What is expected. Copy out, from the data below, each line in which the word "email" occurs.

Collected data
==*==

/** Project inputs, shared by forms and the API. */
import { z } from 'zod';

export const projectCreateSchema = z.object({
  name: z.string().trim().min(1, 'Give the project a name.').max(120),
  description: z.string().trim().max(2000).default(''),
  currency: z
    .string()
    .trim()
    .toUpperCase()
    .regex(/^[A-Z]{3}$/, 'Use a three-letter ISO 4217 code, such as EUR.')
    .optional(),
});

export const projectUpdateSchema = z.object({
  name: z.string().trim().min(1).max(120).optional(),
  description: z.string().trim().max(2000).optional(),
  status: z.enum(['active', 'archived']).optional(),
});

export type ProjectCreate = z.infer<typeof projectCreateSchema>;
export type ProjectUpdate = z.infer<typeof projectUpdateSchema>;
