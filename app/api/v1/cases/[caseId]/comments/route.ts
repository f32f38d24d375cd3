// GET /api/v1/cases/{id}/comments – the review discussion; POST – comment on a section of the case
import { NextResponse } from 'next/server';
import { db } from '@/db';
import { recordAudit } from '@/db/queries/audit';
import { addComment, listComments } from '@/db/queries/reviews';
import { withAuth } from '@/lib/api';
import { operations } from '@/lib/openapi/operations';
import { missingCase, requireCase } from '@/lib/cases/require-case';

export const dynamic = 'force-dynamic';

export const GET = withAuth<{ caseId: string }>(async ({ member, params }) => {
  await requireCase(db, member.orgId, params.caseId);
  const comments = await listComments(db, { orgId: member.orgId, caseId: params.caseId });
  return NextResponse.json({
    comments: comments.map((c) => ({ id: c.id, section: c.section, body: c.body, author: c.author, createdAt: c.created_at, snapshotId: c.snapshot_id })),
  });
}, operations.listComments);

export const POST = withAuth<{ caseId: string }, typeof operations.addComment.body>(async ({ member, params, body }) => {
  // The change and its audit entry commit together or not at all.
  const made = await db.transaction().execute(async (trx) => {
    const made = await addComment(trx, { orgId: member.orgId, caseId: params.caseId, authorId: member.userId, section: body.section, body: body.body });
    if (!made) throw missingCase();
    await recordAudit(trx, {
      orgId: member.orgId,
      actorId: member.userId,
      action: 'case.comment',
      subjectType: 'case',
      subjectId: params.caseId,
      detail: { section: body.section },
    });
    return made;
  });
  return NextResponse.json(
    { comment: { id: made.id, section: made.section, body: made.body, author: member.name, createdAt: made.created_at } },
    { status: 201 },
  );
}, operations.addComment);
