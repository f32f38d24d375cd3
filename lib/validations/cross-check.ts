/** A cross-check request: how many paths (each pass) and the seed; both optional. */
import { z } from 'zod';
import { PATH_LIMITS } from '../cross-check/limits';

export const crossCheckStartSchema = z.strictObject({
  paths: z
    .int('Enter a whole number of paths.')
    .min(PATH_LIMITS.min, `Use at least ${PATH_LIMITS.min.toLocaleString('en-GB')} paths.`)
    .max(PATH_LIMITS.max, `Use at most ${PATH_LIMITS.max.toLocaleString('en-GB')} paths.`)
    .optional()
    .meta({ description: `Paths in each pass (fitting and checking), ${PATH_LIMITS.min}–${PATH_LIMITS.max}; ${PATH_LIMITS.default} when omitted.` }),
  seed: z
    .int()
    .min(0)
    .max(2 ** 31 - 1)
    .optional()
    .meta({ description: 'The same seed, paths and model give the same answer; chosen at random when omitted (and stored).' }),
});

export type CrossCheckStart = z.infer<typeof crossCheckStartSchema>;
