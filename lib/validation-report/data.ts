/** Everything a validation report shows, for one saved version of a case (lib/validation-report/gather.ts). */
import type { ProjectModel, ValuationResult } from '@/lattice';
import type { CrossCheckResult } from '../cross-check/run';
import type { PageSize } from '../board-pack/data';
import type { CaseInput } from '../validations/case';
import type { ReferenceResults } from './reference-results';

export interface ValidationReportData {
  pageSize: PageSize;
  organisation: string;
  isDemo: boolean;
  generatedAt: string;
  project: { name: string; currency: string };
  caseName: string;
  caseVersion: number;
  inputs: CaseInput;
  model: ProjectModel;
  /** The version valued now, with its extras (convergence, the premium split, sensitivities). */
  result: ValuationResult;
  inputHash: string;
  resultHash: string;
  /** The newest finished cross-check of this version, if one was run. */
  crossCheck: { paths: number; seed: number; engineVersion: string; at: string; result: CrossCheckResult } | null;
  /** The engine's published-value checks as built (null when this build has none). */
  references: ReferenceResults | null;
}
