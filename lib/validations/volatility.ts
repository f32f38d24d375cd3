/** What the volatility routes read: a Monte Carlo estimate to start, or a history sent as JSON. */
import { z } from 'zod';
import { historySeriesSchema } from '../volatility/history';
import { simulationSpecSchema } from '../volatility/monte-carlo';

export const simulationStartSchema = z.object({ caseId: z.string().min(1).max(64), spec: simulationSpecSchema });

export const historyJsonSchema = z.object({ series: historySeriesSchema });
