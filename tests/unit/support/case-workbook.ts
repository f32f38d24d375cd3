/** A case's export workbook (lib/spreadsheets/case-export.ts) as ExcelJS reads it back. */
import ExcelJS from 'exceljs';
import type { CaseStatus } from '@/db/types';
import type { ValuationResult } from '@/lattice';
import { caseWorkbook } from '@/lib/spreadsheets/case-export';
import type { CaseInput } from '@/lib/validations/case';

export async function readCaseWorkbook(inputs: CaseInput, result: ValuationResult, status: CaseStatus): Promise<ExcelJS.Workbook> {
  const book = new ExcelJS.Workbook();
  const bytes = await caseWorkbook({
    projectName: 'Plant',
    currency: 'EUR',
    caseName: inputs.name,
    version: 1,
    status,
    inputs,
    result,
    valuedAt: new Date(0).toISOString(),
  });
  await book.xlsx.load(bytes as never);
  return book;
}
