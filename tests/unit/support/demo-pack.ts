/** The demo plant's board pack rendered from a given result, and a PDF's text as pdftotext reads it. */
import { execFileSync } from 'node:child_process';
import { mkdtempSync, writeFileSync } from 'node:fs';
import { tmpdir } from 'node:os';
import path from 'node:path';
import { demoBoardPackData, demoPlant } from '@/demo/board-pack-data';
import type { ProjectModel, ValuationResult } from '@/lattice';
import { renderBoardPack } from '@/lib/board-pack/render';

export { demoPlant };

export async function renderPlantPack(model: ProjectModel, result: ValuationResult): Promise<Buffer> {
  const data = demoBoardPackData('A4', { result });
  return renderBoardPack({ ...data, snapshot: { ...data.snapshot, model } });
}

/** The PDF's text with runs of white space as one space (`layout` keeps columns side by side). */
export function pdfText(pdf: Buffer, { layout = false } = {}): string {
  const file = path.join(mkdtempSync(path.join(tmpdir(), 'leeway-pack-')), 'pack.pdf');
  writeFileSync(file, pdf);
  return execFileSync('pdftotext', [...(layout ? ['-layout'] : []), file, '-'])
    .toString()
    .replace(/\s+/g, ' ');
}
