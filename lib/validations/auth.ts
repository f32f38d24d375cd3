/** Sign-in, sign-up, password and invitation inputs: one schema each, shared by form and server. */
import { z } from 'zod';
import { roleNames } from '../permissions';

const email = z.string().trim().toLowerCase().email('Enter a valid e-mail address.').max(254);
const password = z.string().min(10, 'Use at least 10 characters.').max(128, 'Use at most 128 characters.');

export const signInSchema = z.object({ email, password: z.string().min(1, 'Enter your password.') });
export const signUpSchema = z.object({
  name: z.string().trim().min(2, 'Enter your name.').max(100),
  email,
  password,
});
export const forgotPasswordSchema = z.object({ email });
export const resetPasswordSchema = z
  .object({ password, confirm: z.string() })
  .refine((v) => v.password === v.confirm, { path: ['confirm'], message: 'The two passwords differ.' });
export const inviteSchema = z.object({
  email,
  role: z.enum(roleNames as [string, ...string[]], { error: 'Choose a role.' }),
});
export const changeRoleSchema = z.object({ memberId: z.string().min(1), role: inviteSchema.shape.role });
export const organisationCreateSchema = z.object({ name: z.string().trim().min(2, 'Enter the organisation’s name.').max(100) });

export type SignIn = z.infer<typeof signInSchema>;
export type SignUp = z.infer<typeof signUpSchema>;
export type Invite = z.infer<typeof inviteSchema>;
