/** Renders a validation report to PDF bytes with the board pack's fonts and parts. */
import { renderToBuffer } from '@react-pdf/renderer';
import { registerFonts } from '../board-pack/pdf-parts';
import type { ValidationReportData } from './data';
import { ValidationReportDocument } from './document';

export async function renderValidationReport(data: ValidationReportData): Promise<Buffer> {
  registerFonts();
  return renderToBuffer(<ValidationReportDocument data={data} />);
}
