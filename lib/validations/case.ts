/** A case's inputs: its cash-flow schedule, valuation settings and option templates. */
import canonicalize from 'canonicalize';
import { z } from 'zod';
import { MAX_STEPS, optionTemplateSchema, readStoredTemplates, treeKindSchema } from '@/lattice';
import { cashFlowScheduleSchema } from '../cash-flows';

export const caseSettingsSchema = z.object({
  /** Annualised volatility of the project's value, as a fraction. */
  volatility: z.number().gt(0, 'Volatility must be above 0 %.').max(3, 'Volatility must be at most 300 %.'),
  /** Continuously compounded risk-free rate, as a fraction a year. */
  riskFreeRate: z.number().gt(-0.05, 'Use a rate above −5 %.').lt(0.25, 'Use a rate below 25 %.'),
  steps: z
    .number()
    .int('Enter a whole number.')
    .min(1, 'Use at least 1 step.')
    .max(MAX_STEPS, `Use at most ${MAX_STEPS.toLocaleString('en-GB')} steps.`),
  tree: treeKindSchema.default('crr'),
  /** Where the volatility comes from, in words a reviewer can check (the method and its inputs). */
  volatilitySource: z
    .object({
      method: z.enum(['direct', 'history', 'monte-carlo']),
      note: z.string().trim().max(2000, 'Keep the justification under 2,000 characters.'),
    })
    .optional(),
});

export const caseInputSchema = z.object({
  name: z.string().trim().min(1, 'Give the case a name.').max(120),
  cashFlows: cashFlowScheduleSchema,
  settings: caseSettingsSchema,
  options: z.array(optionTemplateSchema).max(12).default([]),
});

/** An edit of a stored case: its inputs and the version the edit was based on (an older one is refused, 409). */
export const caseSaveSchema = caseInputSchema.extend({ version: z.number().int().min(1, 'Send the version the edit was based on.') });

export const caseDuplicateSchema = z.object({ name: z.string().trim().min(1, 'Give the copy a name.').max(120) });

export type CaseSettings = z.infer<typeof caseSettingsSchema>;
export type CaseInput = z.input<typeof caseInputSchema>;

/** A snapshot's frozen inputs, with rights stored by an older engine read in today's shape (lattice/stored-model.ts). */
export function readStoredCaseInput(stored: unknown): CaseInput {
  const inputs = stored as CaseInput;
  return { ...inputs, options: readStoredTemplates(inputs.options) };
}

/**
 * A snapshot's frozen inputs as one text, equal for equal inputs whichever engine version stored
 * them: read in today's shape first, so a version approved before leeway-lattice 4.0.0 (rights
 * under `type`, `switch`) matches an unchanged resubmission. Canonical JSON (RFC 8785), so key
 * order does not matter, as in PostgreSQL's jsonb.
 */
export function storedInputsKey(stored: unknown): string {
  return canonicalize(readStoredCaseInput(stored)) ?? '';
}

==*==

Answer for the task.
const email = z.string().trim().toLowerCase().email('Enter a valid e-mail address.').max(254);
export const signInSchema = z.object({ email, password: z.string().min(1, 'Enter your password.') });
  email,
export const forgotPasswordSchema = z.object({ email });
  email,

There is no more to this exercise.